Caspases have already provided a lot of surprises. Even as close spectators of an exciting and fast developing field we often feel like Alice in Wonderland encountering many different appearances of caspase-related effects. What makes caspases so interesting? First, they can be recruited to complexes and organelles by virtue of motif-containing prodomains. Second, this recruitment allows proximity-induced activation. Third, they have a fairly specific proteolytic activity, allowing mediation of signalling events instead of mere protein degradation as occurs in proteasomes. Fourth, they operate in specific intracellular protease cascades, permitting strong and irreversible amplification of a signal. These features graft specific proteolysis onto a world of spatial and temporal organisation of cellular signalling. The same principle of combining the specificity of proteases and recruitment motifs may apply to the paracaspases and the type II metacaspases. In these protease families variants without prodomain also occur, viz. the type I metacaspases. The latter may function as executioners activated by initiator cysteine proteases.
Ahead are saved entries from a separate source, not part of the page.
import { useTestDatabase } from '@wellkept/db/testing';
import { hashGatewaySecret, newGatewaySecret } from '@wellkept/db';
import { beforeAll, describe, expect, it } from 'vitest';
import { SiteConfigRepository, type SiteForRules } from '../../src/rules/site-config.repository.js';
import { createCompany, createSite, type TestSite } from './support/homestead-site.js';

const database = useTestDatabase('ingest_site_config');

let companyId = '';
let homestead: TestSite;
let bareSiteId = '';
const rebuiltAt = new Date('2026-02-01T08:30:00Z');

beforeAll(async () => {
  const db = database.db;
  companyId = (await createCompany(db)).id;
  homestead = await createSite(db, companyId, { name: 'Config homestead' });
  const site = homestead.id;

  // Beside the homestead's own equipment: a solar-direct booster with its own array, drawing from
  // the main tank into a pressure tank; a second storage tank lying on its side.
  const main = await db
    .selectFrom('tanks')
    .select('id')
    .where('site_id', '=', site)
    .executeTakeFirstOrThrow();
  const pressure = await db
    .insertInto('tanks')
    .values({
      site_id: site,
      key: 'pressure',
      name: 'Pressure tank',
      kind: 'pressure',
      capacity_m3: 0.08,
      precharge_pa: 190_000,
      cut_in_pa: 210_000,
      cut_out_pa: 340_000,
    })
    .returning('id')
    .executeTakeFirstOrThrow();
  await db
    .insertInto('tanks')
    .values({
      site_id: site,
      key: 'spare',
      name: 'Spare tank',
      kind: 'storage',
      geometry: 'horizontal_cylinder',
      diameter_m: 1.2,
      length_m: 3,
      sensor_offset_m: 0.05,
    })
    .execute();
  const booster = await db
    .insertInto('pumps')
    .values({
      site_id: site,
      key: 'booster',
      name: 'House booster',
      kind: 'booster',
      supply: 'pv_direct',
      rated_current_a: 4.5,
      draws_from_tank_id: main.id,
      fills_tank_id: pressure.id,
    })
    .returning('id')
    .executeTakeFirstOrThrow();
  await db
    .insertInto('pv_arrays')
    .values({
      site_id: site,
      key: 'booster-array',
      name: 'Booster array',
      rated_w: 600,
      purpose: 'pump_direct',
      pump_id: booster.id,
    })
    .execute();
  await db
    .updateTable('pumps')
    .set({ last_rebuild_at: rebuiltAt, rebuild_interval_h: 20_000 })
    .where('site_id', '=', site)
    .where('key', '=', 'well')
    .execute();
  await db
    .insertInto('gateways')
    .values({
      id: `${homestead.gatewayId}-old`,
      site_id: site,
      secret_hash: hashGatewaySecret(newGatewaySecret()),
      revoked_at: new Date(),
    })
    .execute();
  await db
    .insertInto('alert_settings')
    .values([
      { site_id: site, kind: 'low_charge', enabled: true, params: { socPercent: 40 } },
      { site_id: site, kind: 'short_cycling', enabled: false, params: {} },
    ])
    .execute();

  const bare = await db
    .insertInto('sites')
    .values({
      company_id: companyId,
      name: 'Bare site',
      latitude: -33.9,
      longitude: 18.4,
      time_zone: 'Africa/Johannesburg',
    })
    .returning('id')
    .executeTakeFirstOrThrow();
  bareSiteId = bare.id;
});

describe('SiteConfigRepository.load', () => {
  it("turns a site's rows into core's SiteConfig, settings and names", async () => {
    const loaded = await new SiteConfigRepository(database.db).load([homestead.id]);
    const expected: SiteForRules = {
      id: homestead.id,
      companyId,
      name: 'Config homestead',
      config: {
        timeZone: 'America/Denver',
        location: { latitudeDegrees: 35.4, longitudeDegrees: -107.9, elevationMetres: 2000 },
        battery: { chemistry: 'agm', nominalVolts: 24, capacityAmpHours: 400 },
        // The pump-direct array is judged through its pump, not as charging.
        pvArrays: [{ key: 'house', ratedWatts: 1600, tiltDegrees: 30, azimuthDegrees: 180 }],
        pumps: expect.arrayContaining([
          {
            key: 'well',
            role: 'well',
            ratedCurrentAmps: 8,
            ratedFlowCubicMetresPerSecond: 0.0004,
            ratedWatts: 370,
            fillsTankKey: 'main',
            lastRebuildT: rebuiltAt.getTime() / 1000,
            rebuildIntervalHours: 20_000,
            supply: 'battery',
            supplyVolts: 24,
            pvArrayKey: null,
          },
          {
            key: 'booster',
            role: 'booster',
            ratedCurrentAmps: 4.5,
            ratedFlowCubicMetresPerSecond: null,
            ratedWatts: null,
            fillsTankKey: 'pressure',
            lastRebuildT: null,
            rebuildIntervalHours: null,
            supply: 'pv_direct',
            supplyVolts: null,
            pvArrayKey: 'booster-array',
          },
        ]) as SiteForRules['config']['pumps'],
        // A pressure tank holds no stored water for the rules.
        tanks: expect.arrayContaining([
          {
            key: 'main',
            geometry: { shape: 'vertical_cylinder', diameterMetres: 2, heightMetres: 2 },
            sensorOffsetMetres: 0,
          },
          {
            key: 'spare',
            geometry: { shape: 'horizontal_cylinder', diameterMetres: 1.2, lengthMetres: 3 },
            sensorOffsetMetres: 0.05,
          },
        ]) as SiteForRules['config']['tanks'],
        floatSwitches: [
          { key: 'main-float', tankKey: 'main', pumpKey: 'well', logic: 'closed_calls' },
        ],
        // The revoked gateway is not watched.
        gateways: [{ id: homestead.gatewayId, reportingIntervalSeconds: 60 }],
      },
      overrides: { low_charge: { socPercent: 40 }, short_cycling: {} },
      disabled: new Set(['short_cycling']),
      equipmentNames: new Map([
        ['pump:well', 'Well pump'],
        ['pump:booster', 'House booster'],
        ['tank:main', 'Main tank'],
        ['tank:spare', 'Spare tank'],
        ['float:main-float', 'Main tank float'],
      ]),
    };
    const site = loaded.get(homestead.id);
    expect(site).toEqual(expected);
    expect(site?.config.pumps).toHaveLength(2);
    expect(site?.config.tanks).toHaveLength(2);
  });

  it('loads several sites at once, a site without equipment, and skips unknown ids', async () => {
    const unknown = '00000000-0000-4000-8000-000000000000';
    const loaded = await new SiteConfigRepository(database.db).load([
      bareSiteId,
      homestead.id,
      unknown,
    ]);
    expect([...loaded.keys()].sort()).toEqual([bareSiteId, homestead.id].sort());
    expect(loaded.get(bareSiteId)).toEqual({
      id: bareSiteId,
      companyId,
      name: 'Bare site',
      config: {
        timeZone: 'Africa/Johannesburg',
        location: { latitudeDegrees: -33.9, longitudeDegrees: 18.4, elevationMetres: 0 },
        battery: null,
        pvArrays: [],
        pumps: [],
        tanks: [],
        floatSwitches: [],
        gateways: [],
      },
      overrides: {},
      disabled: new Set(),
      equipmentNames: new Map(),
    });
    // Each site keeps its own equipment when loaded together.
    expect(
      loaded
        .get(homestead.id)
        ?.config.pumps.map((p) => p.key)
        .sort(),
    ).toEqual(['booster', 'well']);
    expect(await new SiteConfigRepository(database.db).load([])).toEqual(new Map());
  });

  it('lists the sites that have a gateway still in service', async () => {
    const ids = await new SiteConfigRepository(database.db).watchedSiteIds();
    expect(ids).toContain(homestead.id);
    expect(ids).not.toContain(bareSiteId);
  });
});
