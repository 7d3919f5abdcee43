import { Inject, Injectable } from '@nestjs/common';
import { sql } from 'kysely';
import { DATABASE, type Database } from '../database/database.js';
import type { SiteUpdatedEvent } from '../site-updates/site-updates.js';
import { SiteUpdates } from '../site-updates/site-updates.js';

export interface GatewayCredentials {
  id: string;
  siteId: string;
  secretHash: string;
  revoked: boolean;
  batteryNominalVolts: number | null;
}

/** Gateways as ingest sees them: credentials to check, last-seen and online state to record. */
@Injectable()
export class GatewaysRepository {
  constructor(
    @Inject(DATABASE) private readonly db: Database,
    private readonly siteUpdates: SiteUpdates,
  ) {}

  async findCredentials(id: string): Promise<GatewayCredentials | null> {
    const row = await this.db
      .selectFrom('gateways as g')
      .leftJoin('battery_banks as b', 'b.site_id', 'g.site_id')
      .select(['g.id', 'g.site_id', 'g.secret_hash', 'g.revoked_at', 'b.nominal_voltage_v'])
      .where('g.id', '=', id)
      .executeTakeFirst();
    if (!row) return null;
    return {
      id: row.id,
      siteId: row.site_id,
      secretHash: row.secret_hash,
      revoked: row.revoked_at !== null,
      batteryNominalVolts: row.nominal_voltage_v,
    };
  }

  /** Records online/offline changes and announces them (NOTIFY with what: ["gateway"]). */
  async setOnline(
    changes: readonly { id: string; siteId: string; online: boolean; at: Date }[],
  ): Promise<SiteUpdatedEvent[]> {
    if (changes.length === 0) return [];
    return this.db.transaction().execute(async (trx) => {
      await sql`
        update gateways g set online = c.online, status_changed_at = c.at,
          last_seen_at = greatest(g.last_seen_at, c.at)
        from unnest(${changes.map((c) => c.id)}::text[], ${changes.map((c) => c.online)}::bool[],
                    ${changes.map((c) => c.at.toISOString())}::timestamptz[]) as c(id, online, at)
        where g.id = c.id and g.online is distinct from c.online`.execute(trx);
      const at = new Date().toISOString();
      const sites = [...new Set(changes.map((c) => c.siteId))];
      const updates: SiteUpdatedEvent[] = sites.map((siteId) => ({
        siteId,
        what: ['gateway'],
        at,
      }));
      await this.siteUpdates.notifyInTransaction(trx, updates);
      return updates;
    });
  }

  /** Moves last-seen times forward (never back). */
  async touchLastSeen(seen: ReadonlyMap<string, number>): Promise<void> {
    if (seen.size === 0) return;
    const ids = [...seen.keys()];
    const times = ids.map((id) => new Date(seen.get(id)!).toISOString());
    await sql`
      update gateways g set last_seen_at = s.at
      from unnest(${ids}::text[], ${times}::timestamptz[]) as s(id, at)
      where g.id = s.id and (g.last_seen_at is null or g.last_seen_at < s.at)`.execute(this.db);
  }
}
In C. elegans, caspases seem to function mainly in programmed cell death. In higher organisms caspase genes diversified and acquired additional functions. In Drosophila, initiator caspase genes (cluster III) and short prodomain executioner caspase genes (cluster II) are already apparent. However, no cluster I inflammatory caspases are present in the fly, though DREDD seems to fulfil a role in innate immunity. In vertebrates a voluptuous cluster I developed with caspases implicated in inflammation and infection. In general, a remarkable co-evolution occurred between the p30 catalytic domain and the recruitment motif containing prodomain of the caspases.